Labor’s coal expansion fuels climate breakdown

“Climate breakdown has begun,” the UN’s Antonio Guterres has declared, after the world’s hottest three months on record. Unprecedented fires have ravaged Canada, Hawaii and countries across the Mediterranean. Floods have followed in Greece, Turkey, Libya and Hong Kong.

Yet Australian governments are pouring more fuel on the fire. Despite warnings that new coal and gas projects are incompatible with a safe planet they are intent on expanding and extending the life of fossil fuels.

The NSW Labor government wants to use public money to extend the life of Eraring, the country’s largest coal power station. Keeping it open beyond its August 2025 closure date is likely to cost between $200 million and $400 million a year.

This is money that should go into speeding up the transition to renewables.

Claims that the lights will go out if Eraring closes are wrong. Existing plans for renewable energy are more than enough to deal with its closure.

Even the NSW’s government own review, being used to justify their plans, says that the only risk exists “should new network and firming infrastructure not arrive on time”—and that there are also other options if this happens.

A report from the Australian Energy Market Operator in late August too says there is no risk to supply from the planned closure.

Reliance on private investment and market mechanisms is slowing the pace of the roll-out. But instead of planning the massive, direct public investment required, the NSW government would prefer to subsidise coal industry profits.

More coal mines

Federal Environment Minister Tanya Plibersek has also approved another coal mine—giving the go-ahead to an expansion of the Gregory Crinum mine in Queensland until 2073. This is the fourth new coal project approved since Labor’s election.

Coal mine approvals so far this year will add almost 150 million tonnes of carbon dioxide to the atmosphere over their lives—about one-third of Australia’s annual emissions.

This does not include state government approvals that can go ahead without a federal government decision. The day after the federal approval, Queensland ticked off another mine, the Caval Ridge Horse Pit extension, adding a further 440 million tonnes of carbon dioxide over its lifetime.

Labor’s claims about climate action are a dangerous farce. Even its hopeless target of 43 per cent emissions cuts by 2030 is moving out of reach.

In the last year Australia’s emissions increased by 4.1 million tonnes.

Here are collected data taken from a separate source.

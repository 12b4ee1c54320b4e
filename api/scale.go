package api

import (
	"bytes"
	"fmt"
	"math"
	"slices"
	"strconv"

	"github.com/go-json-experiment/json/jsontext"
	"github.com/labstack/echo/v4"

	"regimed/regime/group"
	"regimed/regime/input"
	"regimed/regime/similar"
)

// scale scales a case to a model of it.
func (s *Server) scale(c echo.Context) error {
	body, err := s.requestBody(c)
	if err != nil {
		return err
	}
	request, violations, err := ParseScaling(body, s.schema)
	if err != nil {
		return malformed(err)
	}
	var scaling *similar.Scaling
	if len(violations) == 0 {
		scaling, violations = similar.Scale(request)
	}
	if len(violations) > 0 {
		return violated(invalidCase, "The request", violations)
	}
	return sendRecord(c, NewScalingRecord(scaling))
}

// ParseScaling reads a request to scale a case. It returns everything that is wrong
// with it at once, or an error where the body is no JSON.
func ParseScaling(body []byte, schema *input.Schema) (*similar.Request, []input.Violation, error) {
	known := append([]string{"case", "keep", "fluid", "free", "tolerance"}, similar.FactorNames()...)
	members, bad, err := bodyMembers(body, schema, known...)
	if err != nil || members == nil {
		return nil, bad.List(), err
	}
	r := similar.NewRequest(readCase(members, "case", schema, bad))
	r.Tolerance = readTolerance(members, bad)
	for f := range similar.FactorCount {
		if name := similar.FactorOf(f).ID; members[name] != nil && slices.Contains(similar.FactorNames(), name) {
			r.Given[f] = readRatio(name, members[name], bad)
		}
	}
	r.Keep = readKeep(members["keep"], bad)
	r.Free = readFree(members["free"], bad)
	if raw := members["fluid"]; raw != nil {
		r.Fluid = readFluid(raw, schema, bad)
	}
	if !bad.Any() {
		return r, nil, nil
	}
	return nil, bad.List(), nil
}

// readRatio reads a scale factor: 0.025, or a text such as "1:40".
func readRatio(name string, raw jsontext.Value, bad *input.Violations) float64 {
	x, ok := math.NaN(), false
	switch raw.Kind() {
	case '0':
		x, ok = readNumber(raw)
		ok = ok && x > 0
	case '"':
		x, ok = similar.ParseRatio(textOf(raw))
	}
	if !ok {
		bad.Add("/"+name, input.WrongType, fmt.Sprintf("%s is a scale above zero, model over prototype: 0.025 or \"1:40\".", name), raw)
	}
	return x
}

// readKeep reads the groups that are to be kept.
func readKeep(raw jsontext.Value, bad *input.Violations) []group.ID {
	var list []group.ID
	for i, name := range readNames("keep", "groups to keep", raw, bad) {
		id, known := group.Find(name)
		if !known || !slices.Contains(similar.GroupNames(), name) {
			bad.Add(fmt.Sprintf("/keep/%d", i), input.UnknownChoice, similar.NotKeepable(name), jsonString(name))
			continue
		}
		list = append(list, id)
	}
	return list
}

// readFree reads the factors that may change as needed.
func readFree(raw jsontext.Value, bad *input.Violations) []similar.Factor {
	var list []similar.Factor
	for i, name := range readNames("free", "properties that may change", raw, bad) {
		if name == "fluid" {
			for _, of := range similar.FreeNames() {
				if f, known := similar.FindFactor(of); known && f != similar.Gravity && !slices.Contains(list, f) {
					list = append(list, f)
				}
			}
			continue
		}
		f, known := similar.FindFactor(name)
		if !known || !slices.Contains(similar.FreeNames(), name) {
			bad.Add(fmt.Sprintf("/free/%d", i), input.UnknownChoice, notFree(name), jsonString(name))
			continue
		}
		if !slices.Contains(list, f) {
			list = append(list, f)
		}
	}
	return list
}

func notFree(name string) string {
	if near := input.Nearest(clip(name, 60), similar.FreeNames()); len(near) > 0 {
		return fmt.Sprintf("Nothing that can be left free is called %s. Did you mean %s?", quoted(name), input.OrList(near))
	}
	return fmt.Sprintf("Nothing that can be left free is called %s: %s can; everything else is free unless it is given.", quoted(name), input.OrList(similar.FreeNames()))
}

// mostNames is the most names that a list may have.
const mostNames = 64

// readNames reads a list of names. What is no name stands in it as "", once its
// violation was recorded.
func readNames(member, what string, raw jsontext.Value, bad *input.Violations) []string {
	if raw == nil {
		return nil
	}
	var list []string
	want := fmt.Sprintf("%s is a list of the names of %s, at most %d.", member, what, mostNames)
	dec := newDecoder(raw)
	if raw.Kind() != '[' {
		bad.Add("/"+member, input.WrongType, want, raw)
		return nil
	}
	if _, err := dec.ReadToken(); err != nil {
		return nil
	}
	for dec.PeekKind() != ']' {
		value, err := dec.ReadValue()
		if err != nil {
			return nil
		}
		if value.Kind() != '"' || len(list) == mostNames {
			bad.Add("/"+member, input.WrongType, want, raw)
			return nil
		}
		list = append(list, textOf(value))
	}
	return list
}

// readFluid reads a fluid by itself, as it would stand in a case.
func readFluid(raw jsontext.Value, schema *input.Schema, bad *input.Violations) []input.Value {
	whole := append(append([]byte(`{"structure":{"kind":"generic","length":"1 m"},"fluid":`), raw...), '}')
	c, violations, err := input.Decode(whole, schema)
	if err != nil {
		bad.Add("/fluid", input.WrongType, "fluid is a fluid, by name or by values.", raw)
		return nil
	}
	addWithin(bad, "", violations)
	if len(violations) > 0 {
		return nil
	}
	list := []input.Value{}
	for _, v := range c.Given() {
		if v.Field.Of == "fluid" {
			list = append(list, v)
		}
	}
	if len(list) == 0 {
		bad.Add("/fluid", input.MissingField, "The fluid of the model has a name or values.", raw)
	}
	return list
}

// readNumber reads a number that can be computed with.
func readNumber(raw jsontext.Value) (float64, bool) {
	if raw.Kind() != '0' {
		return math.NaN(), false
	}
	x, err := strconv.ParseFloat(string(raw), 64)
	return x, err == nil
}

// newDecoder reads JSON that is known to be valid, repeated names included.
func newDecoder(raw jsontext.Value) *jsontext.Decoder {
	return jsontext.NewDecoder(bytes.NewBuffer(raw), jsontext.AllowDuplicateNames(true))
}

// textOf unquotes a JSON string.
func textOf(raw jsontext.Value) string {
	s, err := jsontext.AppendUnquote(nil, raw)
	if err != nil {
		return ""
	}
	return string(s)
}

As the Australia Institute’s Polly Hemming told The Saturday Paper, “With every month that goes by, the task gets harder. In June last year, in order to achieve a 43 per cent reduction, we would have had to reduce emissions by 7.3 million tonnes each quarter. Now to stay on track, we have to cut 8.6 million tonnes every quarter.”

Since 2005 emissions have fallen by only 1.4 per cent, if the reduction in the pace of land clearing is excluded. Including it puts the drop around 24 per cent.

There have been massive increases to emissions from mining and producing gas for export, up 26.7 per cent since 2005, due to the large amounts of energy required to produce LNG.

Most of the emissions from mining coal and gas are produced offshore when they are burned. But mining also creates “fugitive emissions” from gases that escape in the process of mining. These make up 10 per cent of total emissions and are up 12.8 per cent since 2005.

They are also likely to be a massive underestimate. Data from the International Energy Agency said methane emissions from coal mining were actually 81 per cent higher than reported, and 92 per cent higher for oil and gas.

As summer and a new El Nino warming cycle approaches, we can expect extreme heat and renewed bushfires here too.

Labor’s backing for fossil fuels is a criminal gamble with the future of the planet. School Strike for Climate is planning rallies on 17 November, ahead of a blockade of the Newcastle coal port and protests during this year’s COP28 summit in early December.

We need a climate movement on a scale that reflects the urgent crisis we are facing.